▸ DATA FOR REVIEW
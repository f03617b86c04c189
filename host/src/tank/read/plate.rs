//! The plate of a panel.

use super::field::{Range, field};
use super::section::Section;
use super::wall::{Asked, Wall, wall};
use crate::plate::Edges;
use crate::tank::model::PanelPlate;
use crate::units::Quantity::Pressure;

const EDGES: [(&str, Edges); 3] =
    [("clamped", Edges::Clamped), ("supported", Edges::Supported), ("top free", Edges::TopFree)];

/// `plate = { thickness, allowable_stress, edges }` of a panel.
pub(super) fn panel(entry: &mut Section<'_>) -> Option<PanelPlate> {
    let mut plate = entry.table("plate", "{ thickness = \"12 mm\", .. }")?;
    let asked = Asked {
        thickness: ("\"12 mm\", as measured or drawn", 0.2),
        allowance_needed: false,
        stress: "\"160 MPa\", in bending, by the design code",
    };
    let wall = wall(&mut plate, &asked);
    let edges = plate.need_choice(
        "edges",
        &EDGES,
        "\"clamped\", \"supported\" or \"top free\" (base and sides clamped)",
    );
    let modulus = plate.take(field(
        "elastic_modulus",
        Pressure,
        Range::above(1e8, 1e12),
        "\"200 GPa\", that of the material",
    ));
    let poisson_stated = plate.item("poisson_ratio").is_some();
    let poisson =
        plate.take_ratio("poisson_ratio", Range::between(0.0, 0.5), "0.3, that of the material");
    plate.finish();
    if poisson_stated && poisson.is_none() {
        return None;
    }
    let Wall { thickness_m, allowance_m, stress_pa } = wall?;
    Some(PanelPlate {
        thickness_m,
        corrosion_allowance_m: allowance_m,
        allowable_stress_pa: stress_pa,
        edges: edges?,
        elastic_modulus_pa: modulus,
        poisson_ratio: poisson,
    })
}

▸ YOUR INSTRUCTIONS
Your reply should be a verbatim retyping of the lines from the one that holds "if poisson_stated &&" through the last line of the entries.

▸ RESULT OF THE TASK
    if poisson_stated && poisson.is_none() {
        return None;
    }
    let Wall { thickness_m, allowance_m, stress_pa } = wall?;
    Some(PanelPlate {
        thickness_m,
        corrosion_allowance_m: allowance_m,
        allowable_stress_pa: stress_pa,
        edges: edges?,
        elastic_modulus_pa: modulus,
        poisson_ratio: poisson,
    })
}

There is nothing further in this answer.